--- Provided records ---
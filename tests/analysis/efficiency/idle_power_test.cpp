#include "analysis/efficiency/idle_power.h"

#include <catch2/catch.hpp>
#include <cmath>
#include <limits>
#include <vector>

namespace efficiency = loadstair::efficiency;
namespace estimate = loadstair::estimate;

TEST_CASE("idle power: the value passes through, a meter far down its range is named") {
  const auto source = estimate::make_type_b("offset", "offset", estimate::Distribution::normal);
  const estimate::Estimate power{0.82, source, 0.1};
  const std::vector<efficiency::RangeUse> uses = {
      {"input voltage", 48, 60}, {"input current", -0.017, 10}, {"input power", 0.82, 0}};
  const auto found = efficiency::idle_power(power, uses);
  REQUIRE(found.power);
  CHECK(found.power->value() == 0.82);
  CHECK(found.power->standard_uncertainty() == 0.1);
  REQUIRE(found.remarks.size() == 1);
  CHECK(found.remarks[0].find("input current: read at 0.17 % of its range") == 0);
  // Exactly at the limit there is no remark.
  const std::vector<efficiency::RangeUse> at_limit = {{"input current", 0.5, 10}};
  CHECK(efficiency::idle_power(power, at_limit).remarks.empty());
}

TEST_CASE("idle power: refusals are kept, hostile numbers refused") {
  const double nan = std::numeric_limits<double>::quiet_NaN();
  const auto none = efficiency::idle_power(loadstair::base::Refusal{"A1", "silent"}, {});
  REQUIRE_FALSE(none.power);
  CHECK(none.power.refusal().reason == "silent");
  CHECK_FALSE(efficiency::idle_power(estimate::Estimate{nan}, {}).power);
  CHECK_FALSE(efficiency::idle_power(estimate::Estimate{HUGE_VAL}, {}).power);
  const std::vector<efficiency::RangeUse> hostile = {
      {"a", nan, 1}, {"b", 1, nan}, {"c", 1, -1}, {"d", 0, HUGE_VAL}};
  CHECK(efficiency::idle_power(estimate::Estimate{1}, hostile).remarks.empty());
  const auto reversed = efficiency::idle_power(estimate::Estimate{-1}, {});
  REQUIRE(reversed.remarks.size() == 1);
  CHECK(reversed.remarks[0].find("reversed") != std::string::npos);
}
---
● **Work item**
Transcribe, exactly and without additions, the lines of the records above, beginning with the line that contains "current: read at" and ending with the line that contains "REQUIRE(reversed.remarks.size() == 1);", both included.

● **Solution**
  CHECK(found.remarks[0].find("input current: read at 0.17 % of its range") == 0);
  // Exactly at the limit there is no remark.
  const std::vector<efficiency::RangeUse> at_limit = {{"input current", 0.5, 10}};
  CHECK(efficiency::idle_power(power, at_limit).remarks.empty());
}

TEST_CASE("idle power: refusals are kept, hostile numbers refused") {
  const double nan = std::numeric_limits<double>::quiet_NaN();
  const auto none = efficiency::idle_power(loadstair::base::Refusal{"A1", "silent"}, {});
  REQUIRE_FALSE(none.power);
  CHECK(none.power.refusal().reason == "silent");
  CHECK_FALSE(efficiency::idle_power(estimate::Estimate{nan}, {}).power);
  CHECK_FALSE(efficiency::idle_power(estimate::Estimate{HUGE_VAL}, {}).power);
  const std::vector<efficiency::RangeUse> hostile = {
      {"a", nan, 1}, {"b", 1, nan}, {"c", 1, -1}, {"d", 0, HUGE_VAL}};
  CHECK(efficiency::idle_power(estimate::Estimate{1}, hostile).remarks.empty());
  const auto reversed = efficiency::idle_power(estimate::Estimate{-1}, {});
  REQUIRE(reversed.remarks.size() == 1);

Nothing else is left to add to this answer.